Fontella Harper and Beverly Kaisk were neighbors in a public housing project. Apparently, Kaisk had problems living next door to an African American family, and let them know about it, frequently and offensively. Harper complained to building management, who took no corrective action. Kaisk's lease included a provision requiring tenants to conduct themselves in a manner that "will not disturb the neighbors' peaceful enjoyment of their accommodations," and the landlord could have terminated the lease "for serious or repeated violations of material terms of the lease."
Harper sued the landlord for housing discrimination based its failure to take corrective action of the racial harassment. Yesterday, in Ohio Civil Rights Commission v. Akron Metropolitan Housing Auth., the Ohio Supreme Court held that a landlord is not liable for failing to take corrective action against a tenant whose racial harassment of another tenant created a hostile housing environment.

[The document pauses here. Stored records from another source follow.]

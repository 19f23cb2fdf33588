import { DestroyRef, Directive, ElementRef, inject, Injectable, input } from '@angular/core';

/**
 * Knows which button is the one primary action now, for the pedal and for Enter and Space. The newest one on the
 * screen counts: a card laid over the step takes its place until it is gone.
 */
@Injectable()
export class PrimaryAction {
  private readonly buttons: PrimaryButton[] = [];

  add(button: PrimaryButton): void {
    this.buttons.push(button);
  }

  remove(button: PrimaryButton): void {
    this.buttons.splice(this.buttons.indexOf(button), 1);
  }

  /** Presses it, unless it is for the hand alone. */
  press(): void {
    this.buttons.at(-1)?.pressByPedal();
  }
}

/** The primary action of a screen. `hand-only` keeps the pedal off: what ends, acknowledges a limit or signs. */
@Directive({ selector: 'button[bayPrimary]', host: { '[class.primary]': 'true' } })
export class PrimaryButton {
  private readonly action = inject(PrimaryAction, { optional: true });
  private readonly button = inject<ElementRef<HTMLButtonElement>>(ElementRef).nativeElement;

  readonly bayPrimary = input<'' | 'hand-only'>('');

  constructor() {
    this.action?.add(this);
    inject(DestroyRef).onDestroy(() => this.action?.remove(this));
  }

  pressByPedal(): void {
    // What lies under a card is out of reach, for the pedal as for the hand.
    if (this.bayPrimary() === '' && this.button.closest('[inert]') === null) this.button.click();
  }
}
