import {
  convert,
  decayLeakRate,
  describeTroubleCode,
  dryAirDensity,
  expandedUncertainty,
  moistAirDensity,
  orificeMassFlow,
  standardPressure,
  stationPressure,
} from '../../procedures/calculations';
import { flowFunction } from '../../procedures/calculations/orifice';

/** Expects a result within half of the last printed digit, or what else is allowed. */
const expectPrinted = (found: number, printed: number, allowed: number) =>
  expect(Math.abs(found - printed)).toBeLessThanOrEqual(allowed);

describe('standard atmosphere, table of the U.S. Standard Atmosphere 1976 as printed: cut, not rounded, to 1 Pa', () => {
  it.each([
    [-500, 107_477],
    [0, 101_325],
    [500, 95_461],
    [1000, 89_876],
    [1500, 84_559],
    [2000, 79_501],
    [2500, 74_691],
    [3000, 70_121],
    [3500, 65_780],
  ])('%d m: %d Pa', (elevationM, printedPa) => {
    // The row of -500 m lies 1 Pa below the formula.
    const foundPa = standardPressure(elevationM) * 1000;
    expect(foundPa - printedPa).toBeGreaterThanOrEqual(0);
    expect(foundPa - printedPa).toBeLessThan(elevationM === -500 ? 2 : 1);
  });

  it('8000 ft: 1572.1 lbf/ft2; 5000 m: 54 048.3 Pa; 1000 m: 89 876.3 Pa', () => {
    const psi = convert(standardPressure(8000 * 0.3048), 'kPa', 'psi');
    expectPrinted(psi * 144, 1572.1, 0.1);
    expectPrinted(standardPressure(5000) * 1000, 54_048.3, 0.1);
    expectPrinted(standardPressure(1000) * 1000, 89_876.3, 0.05);
  });

  it('in inches of mercury: 31.738 at -500 m, 28.646 at 1200 ft, 24.637 at 5280 ft (ISO 2533:1975)', () => {
    const inHg = (elevationM: number) => convert(standardPressure(elevationM), 'kPa', 'inHg');
    expectPrinted(inHg(-500), 31.738, 0.0005);
    expectPrinted(inHg(365.76), 28.646, 0.0005);
    expectPrinted(inHg(1609.344), 24.637, 0.0005);
  });

  it('falls by 11.6 Pa each metre near 1200 ft (ISO 2533:1975)', () => {
    expectPrinted((standardPressure(365.26) - standardPressure(366.26)) * 1000, 11.6, 0.05);
  });

  it.each([
    [365.76, 0.2],
    [1609.344, 4],
    [2438.4, 9],
    [3500, 16],
  ])('an elevation of %d m taken as geopotential is %d Pa lower (ISO 2533:1975)', (elevationM, lowerPa) => {
    const asGeopotential = standardPressure((6_356_766 * elevationM) / (6_356_766 - elevationM));
    expectPrinted((standardPressure(elevationM) - asGeopotential) * 1000, lowerPa, lowerPa < 1 ? 0.05 : 0.5);
  });
});

describe('station pressure, worked examples of the FAA form as printed', () => {
  it.each([
    [30.2, 5045, 84_977],
    [30.37, 7014, 79_375],
  ])('%d inHg at %d ft: %d Pa, cut to 1 Pa', (settingInHg, elevationFt, printedPa) => {
    const altimeterSettingKpa = convert(settingInHg, 'inHg', 'kPa');
    const foundPa = stationPressure({ altimeterSettingKpa, elevationM: elevationFt * 0.3048 }) * 1000;
    expectPrinted(foundPa, printedPa, 1);
  });
});

describe('units, as NIST SP 811 (2008) B.8 prints them', () => {
  it.each([
    ['psi', 6894.757, 6894.757293168361],
    ['inHg', 3386.389, 3386.388640341],
    ['inH2O', 249.0889, 249.08891],
    ['mmHg', 133.3224, 133.322387415],
  ] as const)('1 %s is %d Pa, exactly %d', (name, printed, exact) => {
    const found = convert(1, name, 'Pa');
    expectPrinted(found, printed, printed > 1000 ? 5e-4 : 5e-5);
    expect(Math.abs(found / exact - 1)).toBeLessThan(1e-15 * 4);
  });
});

describe('density of air', () => {
  it('ANR of ISO 8778 (from memory): CIPM-2007 gives 1.1820 kg/m3, 0.25 % below the 1.185 of the standard', () => {
    const found = moistAirDensity({ pressureKpa: 100, temperatureC: 20, relativeHumidity: 0.65 });
    expectPrinted(found, 1.182, 5e-5);
    expectPrinted(1 - found / 1.185, 0.0025, 5e-5);
  });

  it.each([
    [101.325, 20, 0.5, -0.4],
    [101.325, 20, 0, 0.04],
    [97.35, 25, 0.6, -0.71],
    [95, 35, 0.8, -1.76],
    [100, 5, 0.3, -0.05],
  ])(
    'humidity at %d kPa, %d degC and %d changes it by %d % (CIPM-2007 over the dry ideal gas)',
    (pressureKpa, temperatureC, relativeHumidity, percent) => {
      const moist = moistAirDensity({ pressureKpa, temperatureC, relativeHumidity });
      expectPrinted((moist / dryAirDensity({ pressureKpa, temperatureC }) - 1) * 100, percent, 0.005);
    },
  );
});

describe('leaks', () => {
  it('1 K of cooling at 131 kPa looks like a loss of 0.44 kPa (ideal gas)', () => {
    const cooled = { volumeL: 8, startKpa: 131, endKpa: 131 * (297.15 / 298.15), startC: 25, endC: 24, seconds: 60 };
    expectPrinted(131 - cooled.endKpa, 0.44, 0.005);
    expectPrinted(decayLeakRate(cooled).standardCm3PerMin, 0, 1e-9);
  });

  it('at 5 psi over 97.35 kPa a leak is not choked, and the choked formula reads 12 % high (NACA Report 1135)', () => {
    const upstreamKpa = 97.35 + convert(5, 'psi', 'kPa');
    const { choked } = orificeMassFlow({ diameterMm: 1, upstreamKpa, downstreamKpa: 97.35, upstreamC: 25 });
    expect(choked).toBe(false);
    expectPrinted(97.35 / upstreamKpa, 0.738, 0.0005);
    expectPrinted(flowFunction(1, 0, 1.4) / flowFunction(upstreamKpa, 97.35, 1.4), 1.12, 0.005);
  });
});

describe('uncertainty, as JCGM 100:2008 prints it (from memory)', () => {
  it('4.3.7: half-width 0.40e-6 gives 0.23e-6; 15 uV gives 8.7 uV, with 12 uV of scatter 15 uV', () => {
    expectPrinted(expandedUncertainty({ accuracy: 0.4e-6, k: 1 }), 0.23e-6, 0.005e-6);
    expectPrinted(expandedUncertainty({ accuracy: 15, k: 1 }), 8.7, 0.05);
    expectPrinted(expandedUncertainty({ accuracy: 15, repeatDeviation: 12, k: 1 }), 15, 0.5);
  });

  it('F.2.2.1: a step of 1 kPa is U = 0.58 kPa from the step alone', () => {
    expectPrinted(expandedUncertainty({ resolution: 1 }), 0.58, 0.005);
  });
});

describe('facts of the trade (common practice, no source), in the numbers that the product gives them', () => {
  it('about 97 to 98 kPa at about 1200 ft', () => {
    expectPrinted(standardPressure(365.76), 97.01, 0.005);
    expectPrinted(stationPressure({ altimeterSettingKpa: 102.3, elevationM: 366 }), 97.95, 0.005);
  });

  it('5 psi is 34.5 kPa, about 132 kPa absolute there', () => {
    expectPrinted(convert(5, 'psi', 'kPa'), 34.5, 0.05);
    expectPrinted(97.35 + convert(5, 'psi', 'kPa'), 132, 0.5);
  });

  it('2 to 3 kPa is 0.29 to 0.44 psi or 8.0 to 12.0 inH2O, and a mark of 0.1 psi is 0.69 kPa', () => {
    expectPrinted(convert(2, 'kPa', 'psi'), 0.29, 0.005);
    expectPrinted(convert(3, 'kPa', 'psi'), 0.44, 0.005);
    expectPrinted(convert(2, 'kPa', 'inH2O'), 8, 0.05);
    expectPrinted(convert(3, 'kPa', 'inH2O'), 12, 0.05);
    expectPrinted(convert(0.1, 'psi', 'kPa'), 0.69, 0.005);
  });
});

describe('generic trouble codes about air metering (SAE J2012 / ISO 15031-6, from memory)', () => {
  it.each([
    ['P0068', /manifold.*throttle/i],
    ['P0069', /manifold.*barometric/i],
    ['P0100', /air flow "A" circuit$/],
    ['P0101', /air flow "A" circuit.*range.*performance/],
    ['P0102', /air flow "A" circuit low/],
    ['P0103', /air flow "A" circuit high/],
    ['P0104', /air flow "A" circuit intermittent/],
    ['P0105', /manifold.*barometric.*circuit$/i],
    ['P0106', /manifold.*circuit range.*performance/i],
    ['P0107', /manifold.*circuit low/i],
    ['P0108', /manifold.*circuit high/i],
    ['P0109', /manifold.*circuit intermittent/i],
    ['P0110', /intake air temperature sensor 1/i],
    ['P0111', /intake air temperature sensor 1.*range.*performance/i],
    ['P0112', /intake air temperature sensor 1.*low/i],
    ['P0113', /intake air temperature sensor 1.*high/i],
    ['P0171', /too lean.*bank 1/i],
    ['P0172', /too rich.*bank 1/i],
    ['P0174', /too lean.*bank 2/i],
    ['P0175', /too rich.*bank 2/i],
    ['P0234', /overboost/i],
    ['P0235', /boost sensor "A" circuit$/i],
    ['P0236', /boost sensor "A" circuit range.*performance/i],
    ['P0237', /boost sensor "A" circuit low/i],
    ['P0238', /boost sensor "A" circuit high/i],
    ['P0299', /underboost/i],
    ['P0506', /idle.*lower/i],
    ['P0507', /idle.*higher/i],
    ['P2177', /too lean off idle.*bank 1/i],
    ['P2179', /too lean off idle.*bank 2/i],
    ['P2187', /too lean at idle.*bank 1/i],
    ['P2189', /too lean at idle.*bank 2/i],
    ['P2226', /barometric pressure.*circuit/i],
    ['P2227', /barometric pressure.*range.*performance/i],
    ['P2228', /barometric pressure.*low/i],
    ['P2229', /barometric pressure.*high/i],
    ['P2230', /barometric pressure.*intermittent/i],
    ['P2261', /bypass valve.*mechanical/i],
    ['P2263', /boost.*performance/i],
    ['P2279', /intake air.*leak/i],
    ['P2280', /restriction.*filter/i],
    ['P2281', /leak between.*throttle/i],
    ['P2282', /leak between.*throttle.*intake valves/i],
    ['P04DB', /crankcase ventilation.*disconnected/i],
    ['P052E', /crankcase ventilation.*performance/i],
  ])('%s', (code, words) => {
    expect(describeTroubleCode(code)).toMatch(words);
  });
});
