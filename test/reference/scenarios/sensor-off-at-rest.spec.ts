import { compiledValveSeal } from '../../support/compiled-valve-seal';
import { fineGear } from '../../support/ossenholt-gear';
import { driveRun, judgements, wayWalked } from '../../support/run-driver';
import { coldToAir } from '../../support/valve-seal-rows';
import { writeUpTexts } from '../../support/write-up-texts';

describe('crankcase valve seal, cold half: boost pressure reads off at rest', () => {
  const walk = driveRun({
    procedure: compiledValveSeal(),
    half: 'cold',
    gear: fineGear,
    table: [...coldToAir, ['5', { read: { manifoldPressure: '94.2' } }], ['6', { read: { boostPressure: '98.1' } }]],
  });

  it('walks the way of the table', () => {
    expect(wayWalked(walk)).toBe('1 2d 2e 3 4 5 6 6a F9');
  });

  it('judges every reading', () => {
    expect(judgements(walk)).toEqual([
      'manifoldPressure 94.2 +- 0.6 kPa: in',
      'boostPressure 98.1 +- 0.6 kPa: out',
      'sensorGap -3.9 +- 0.8 kPa: out',
    ]);
  });

  it('reaches its finding with nothing left apart', () => {
    expect(walk.state.finding).toBe('sensorReadsOffAtRest');
    expect(walk.state.disturbed).toEqual([]);
  });

  it('writes it up', () => {
    expect(writeUpTexts(walk)).toEqual({
      concern: [
        'Merrow Heron 1.6 turbo, silver, RO 4417, 84,210 km: Whistle at idle, hesitates under load.',
        'Trouble codes before the test: P0068 stored (step 3).',
      ].join(' '),
      cause: [
        'A pressure sensor reads off with the engine at rest.',
        'Boost pressure was 98.1 ± 0.6 kPa (step 6) where the air of the place was 93.9 ± 0.3 kPa (step 4).',
        'Manifold minus boost pressure was -3.9 ± 0.8 kPa (step 6a), where at most 1.5 kPa either way is usual.',
        'A pressure that is read wrong sets the same codes as a leak, and the valve is not judged by it.',
      ].join(' '),
      correction: [
        'Check connector, reference voltage and ground of the sensor before the sensor itself.',
        'The codes were left standing.',
        'After the repair both halves are run again, then clear, drive and prove.',
        'Tested by Crankcase valve seal under regulated pressure, version 1 with G-12, S-3, L-2, T-4.',
      ].join(' '),
      customer:
        'The boost pressure sensor reads wrong with the engine off; its wiring is checked first, then the sensor.',
    });
  });
});
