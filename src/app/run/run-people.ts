import { computed, inject, Injectable } from '@angular/core';
import { liveRows } from '../core/live-rows';
import { OfflineStore } from '../core/offline-store';
import { Session } from '../core/session';

/** Who is signed in, and who else has an account: for what a run asks of somebody else. Provided by the steps
 * after the first. */
@Injectable()
export class RunPeople {
  private readonly store = inject(OfflineStore);
  private readonly all = liveRows(() => this.store.people.toArray());

  readonly person = inject(Session).person;
  /** By name. */
  readonly people = computed(() => [...(this.all() ?? [])].sort((a, b) => (a.displayName < b.displayName ? -1 : 1)));
}
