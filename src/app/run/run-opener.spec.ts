import 'fake-indexeddb/auto';
import { TestBed } from '@angular/core/testing';
import type { ProcedureDocument } from '../../../procedures/document';
import { plugHold } from '../../../procedures/document/testing/plug-hold';
import { walkRound } from '../../../procedures/document/testing/walk-round';
import { contentHash, openRun, type EventDraft, type RunHeader } from '../../../procedures/engine';
import { openingFacts } from '../../../procedures/engine/testing/run-walk';
import { roundTo } from '../../../procedures/engine/testing/walk-round-walk';
import { OfflineStore } from '../core/offline-store';
import { procedureCompiler } from '../core/procedure-compiler';
import { RunJournal } from '../core/run-journal';
import { closeStores, coreForSpecs, okafor, registeredTablet, workOffline } from '../core/testing/core-for-specs';
import type { Person, PublishedProcedure } from '../core/wire';
import { RunOpener } from './run-opener';

const header: RunHeader = {
  runId: '018f0000-0000-7000-8000-00000000bbbb',
  procedureId: walkRound.id,
  version: 1,
  contentHash: contentHash(walkRound),
  visitId: 'v-1',
  siteId: 's-ossenholt',
  kind: 'real',
};

function published(document: ProcedureDocument, status: PublishedProcedure['status'] = 'published') {
  const { id } = document;
  const words = { publishedAt: '2026-11-12T09:00:00Z', publishedBy: 'R. Adeyemi' };
  return { id, version: 1, status, contentHash: contentHash(document), document, ...words };
}

/** A tablet with a run of the walk-round on it, which calls the plug hold test. */
async function tabletWithRun(person: Person = okafor, more: readonly EventDraft[] = []): Promise<OfflineStore> {
  const { server } = coreForSpecs();
  await registeredTablet();
  await workOffline(server, person);
  const store = TestBed.inject(OfflineStore);
  await store.procedures.bulkPut([published(walkRound), published(plugHold, 'withdrawn')]);
  const opening = openRun(await TestBed.inject(procedureCompiler)(walkRound), openingFacts);
  if (!opening.ok) throw new Error(opening.message);
  await TestBed.inject(RunJournal).open(header, [...opening.drafts, ...more]);
  TestBed.inject(RunJournal).release(header.runId);
  return store;
}

describe('RunOpener', () => {
  afterEach(() => closeStores());

  it('writes the called steps in, from the version on the tablet, withdrawn or not', async () => {
    await tabletWithRun();
    const opened = await TestBed.inject(RunOpener).open(header.runId);
    if (!opened.ok) throw new Error(opened.what);
    expect(opened.view.procedure.step('plug-test-press')).toMatchObject({ number: '4.3' });
    expect(contentHash(opened.view.procedure.authored)).toBe(header.contentHash);
  });

  it('names the called version that is not on the tablet, and shows no run', async () => {
    const store = await tabletWithRun();
    await store.procedures.delete([plugHold.id, 1]);
    expect(await TestBed.inject(RunOpener).open(header.runId)).toEqual({
      ok: false,
      why: 'no-procedure',
      what: 'plug-hold, version 1, which is called in it',
    });
    await expect(TestBed.inject(procedureCompiler)(walkRound)).rejects.toThrow(
      'It calls plug-hold, version 1, which is not on this tablet yet. It comes with the next sync.',
    );
  });

  it('opens a real run for a manager only where it waits for a release', async () => {
    const manager: Person = { ...okafor, id: 'p-lindqvist', role: 'manager' };
    await tabletWithRun(manager);
    expect(await TestBed.inject(RunOpener).open(header.runId)).toMatchObject({ ok: false, why: 'not-allowed' });
    closeStores();
    TestBed.resetTestingModule();
    const drafts = roundTo('show').events.slice(2);
    const looked = { type: 'verified', data: { step: 'show', by: 'brandt' } } as const;
    const walked = drafts.map(({ type, data }) => ({ type, data }) as EventDraft);
    await tabletWithRun(manager, [...walked, looked]);
    expect(await TestBed.inject(RunOpener).open(header.runId)).toMatchObject({ ok: true });
  });
});
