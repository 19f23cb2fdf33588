import type { Step } from '../../../procedures/document';
import { resultsOf, type NamedValue, type RunState, type WalkedStep } from '../../../procedures/engine/showing';
import type { ShownResult } from '../shared/result-words';
import type { RunView } from './run-view';

/** A claim with its step. */
export interface WalkedPlace {
  readonly step: Step;
  readonly walked: WalkedStep;
  /** Its place among the claims. */
  readonly index: number;
}

/** The claims before the current one, in order; findings are no steps. */
export function walkedBefore({ procedure, state }: Pick<RunView, 'procedure' | 'state'>): readonly WalkedPlace[] {
  return state.walked.flatMap((walked, index) => {
    const step = procedure.step(walked.step);
    const isCurrent = walked.claimedSeq === state.current?.claimedSeq;
    return step === undefined || isCurrent || step.kind === 'finding' ? [] : [{ step, walked, index }];
  });
}

/** What a claim's bead shows. */
export function beadResult({ result, notMeasured }: WalkedStep): ShownResult {
  return notMeasured === true ? 'not-measured' : (result ?? 'done');
}

/** The decision that led to where the run stands; undefined where nothing was decided yet. */
export function lastDecision(run: Pick<RunView, 'procedure' | 'state'>): WalkedPlace | undefined {
  return [...walkedBefore(run)].reverse().find(({ walked }) => walked.way !== undefined && walked.isLeft !== true);
}

/** The values that a step gave, as they stand. */
export function valuesOf(state: Pick<RunState, 'values'>, stepId: string): readonly NamedValue[] {
  return Object.values(state.values).filter(({ step }) => step === stepId);
}

/**
 * The value that was recorded last in the whole run. What a step only works out on the way, with no band, is left out;
 * of a ramp the first thing counts that it was to find.
 */
export function latestValue({ procedure, state }: Pick<RunView, 'procedure' | 'state'>): NamedValue | undefined {
  const read = Object.values(state.values)
    .filter(({ name, step: id }) => {
      const step = procedure.step(id);
      const result = step === undefined ? undefined : resultsOf(step).find((candidate) => candidate.name === name);
      return result === undefined || result.band !== undefined;
    })
    .sort((a, b) => a.seq - b.seq);
  const latest = read.at(-1);
  const kind = latest === undefined ? undefined : procedure.step(latest.step)?.kind;
  if (latest === undefined || (kind !== 'listen' && kind !== 'ramp')) return latest;
  return read.find(({ step }) => step === latest.step);
}
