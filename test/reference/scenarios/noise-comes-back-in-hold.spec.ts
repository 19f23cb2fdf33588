import { compiledValveSeal } from '../../support/compiled-valve-seal';
import { fineGear } from '../../support/ossenholt-gear';
import { readRamp } from '../../support/ramp-file';
import { driveRun, wayWalked } from '../../support/run-driver';
import { codesClearedAfter, coldToAir, gaugeAtZero, sensorsInBand } from '../../support/valve-seal-rows';
import { writeUpTexts } from '../../support/write-up-texts';

describe('crankcase valve seal, cold half: the noise comes back while the pressure is held', () => {
  const walk = driveRun({
    procedure: compiledValveSeal(),
    half: 'cold',
    gear: fineGear,
    table: [
      ...coldToAir,
      ...sensorsInBand,
      ['11', { listen: readRamp('demo-warm-seals'), begins: 13, stops: 'suggested' }],
      ['12b', { choose: ['noiseAgain'] }],
      ['13', { choose: ['airAtValve'] }],
      ...gaugeAtZero,
      ['17b', { choose: ['missing'], text: 'an empty seat' }],
      ...codesClearedAfter,
      ['19', { choose: ['bothHalvesDone'] }],
    ],
  });

  it('walks the way of the table', () => {
    expect(wayWalked(walk)).toBe(
      '1 2d 2e 3 4 5 6 6a 7 8a 8b 9a 9b 9c 10 11 11b 12a 12b 13 14 15a 15b 15c 16 17a 17b 17c 18a 18b 19 F4',
    );
  });

  it('reaches its finding with nothing left apart', () => {
    expect(walk.state.finding).toBe('doesNotSeal');
    expect(walk.state.disturbed).toEqual([]);
  });

  it('writes it up', () => {
    expect(writeUpTexts(walk)).toEqual({
      concern: [
        'Merrow Heron 1.6 turbo, silver, RO 4417, 84,210 km: Whistle at idle, hesitates under load.',
        'Trouble codes before the test: P0068 stored (step 3).',
      ].join(' '),
      cause: [
        'The manifold valve does not seal.',
        'The noise stopped at 3.4 ± 0.3 kPa (step 11), but came back while the pressure was held.',
        'Seen through the passage: no valve in its seat: an empty seat (step 17b).',
        'Key on and engine off, manifold pressure was 94.2 ± 0.6 kPa (step 5) and boost pressure 93.9 ± 0.6 kPa (step 6); the air of the place was 93.9 ± 0.3 kPa (step 4).',
        'Boost goes into the crankcase as air that the engine computer has counted and the cylinders never get.',
      ].join(' '),
      correction: [
        'Fit a manifold valve, and find the parts of the old one before the engine runs.',
        'Codes after the test: P0068 stored, P0106 pending (step 18a); they were cleared.',
        'After the repair both halves are run again, then clear, drive and prove.',
        'Tested by Crankcase valve seal under regulated pressure, version 1 with G-12, S-3, L-2, T-4.',
      ].join(' '),
      customer:
        "Tested cold, the crankcase valve does not close, so boost leaks into the engine's crankcase; the valve needs replacing.",
    });
  });
});
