import { join } from 'node:path';
import documentSchema from '../../procedures/document/procedure-document.schema.json';
import eventSchema from '../../procedures/engine/run-event.schema.json';
import { SchemaAgreement, type Schema } from '../support/schema-agreement';

// The TypeScript compiler reads the types; the schemas are hand-written. Neither is made from the other.
const procedures = join(__dirname, '../../procedures');

describe('the procedure document', () => {
  const agreement = new SchemaAgreement(
    join(procedures, 'document/procedure-document.ts'),
    documentSchema as unknown as Schema,
  );

  it('has the same fields, alternatives and words in its schema as in its type', () => {
    agreement.compare(agreement.typeNamed('ProcedureDocument'), documentSchema as unknown as Schema, 'document');
    expect(agreement.differences).toEqual([]);
    expect(agreement.compared).toBeGreaterThan(500);
  });

  it('would show a difference: the schema of an exit is not that of a branch', () => {
    const other = new SchemaAgreement(
      join(procedures, 'document/procedure-document.ts'),
      documentSchema as unknown as Schema,
    );
    other.compare(other.typeNamed('Branch'), { $ref: '#/$defs/exit' }, 'branch');
    expect(other.differences.join('\n')).toMatch(/the fields atMost, because, thenceforth, to, verdict, when/);
  });
});

describe('the run event', () => {
  const schema = eventSchema as unknown as Schema;
  const agreement = new SchemaAgreement(join(procedures, 'engine/run-event.ts'), schema);

  it('has the same envelope', () => {
    const properties = { ...schema.properties };
    delete properties['type'];
    delete properties['data'];
    const required = schema.required?.filter((name) => name !== 'type' && name !== 'data') ?? [];
    const envelope = { type: 'object', properties, required, additionalProperties: false };
    agreement.compare(agreement.typeNamed('EventEnvelope'), envelope, 'event');
    expect(agreement.differences).toEqual([]);
  });

  it('has the same data for every type', () => {
    const types = agreement.propertiesOf(agreement.typeNamed('RunEventData'));
    const dataOf = new Map(
      (schema.allOf ?? []).map((rule) => [rule.if?.properties?.['type']?.const, rule.then?.properties?.['data']]),
    );
    expect([...dataOf.keys()].sort()).toEqual([...types.keys()].sort());
    expect(schema.properties?.['type']?.enum?.toSorted()).toEqual([...types.keys()].sort());
    for (const [name, type] of types) agreement.compare(type, dataOf.get(name) ?? {}, name);
    expect(agreement.differences).toEqual([]);
    expect(agreement.compared).toBeGreaterThan(150);
  });
});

You might be asking, what does a housing discrimination case have to do with employment law? The plaintiff argued that a landlord should be liable for a hostile environment on the same basis that an employer can be held liable. The Court disagreed:
[I]mposing liability on an employer who knew or should have known about coworker harassment was an application of negligence liability....This liability of an employer for an employee's negligence derives from the established principles of agency law.... None of those factors apply to the liability of a landlord for the actions of a tenant. The agency principles that govern employer-employee liability have no parallel in the context of landlord-tenant disputes....
The amount of control that a landlord exercises over his tenant is not comparable to that which an employer exercises over his employee. As the appellants observe, a landlord does enjoy a measure of control through his ability to evict tenants. In the present case, the lease signed by Kaisk gives the AMHA authority to evict a tenant who disturbs other tenants' "peaceful enjoyment of their accommodations." The power of eviction alone, however, is insufficient to hold a landlord liable for his tenant's tortious actions against another tenant.... We therefore reject the argument that our precedent in the employment context applies to the cause of action at issue here.
It's not earth-shattering news that agency principles hold employers liable for discriminatory (e.g., sexual, racial, etc.) harassment of one co-worker by another. This case, however, also speaks to the Court's unwillingness to extend harassment liability beyond the current parameters of the law. The Court could have reasoned a duty to correct from the power to evict, and from that duty fashioned a remedy for the harassed tenant. The Court, though, expressly rejected that argument.
For those who hold out hope that Ohio courts might recognize a general cause of action for workplace bullying, this opinion is a strong signal that our state's highest court would reject such an attempt.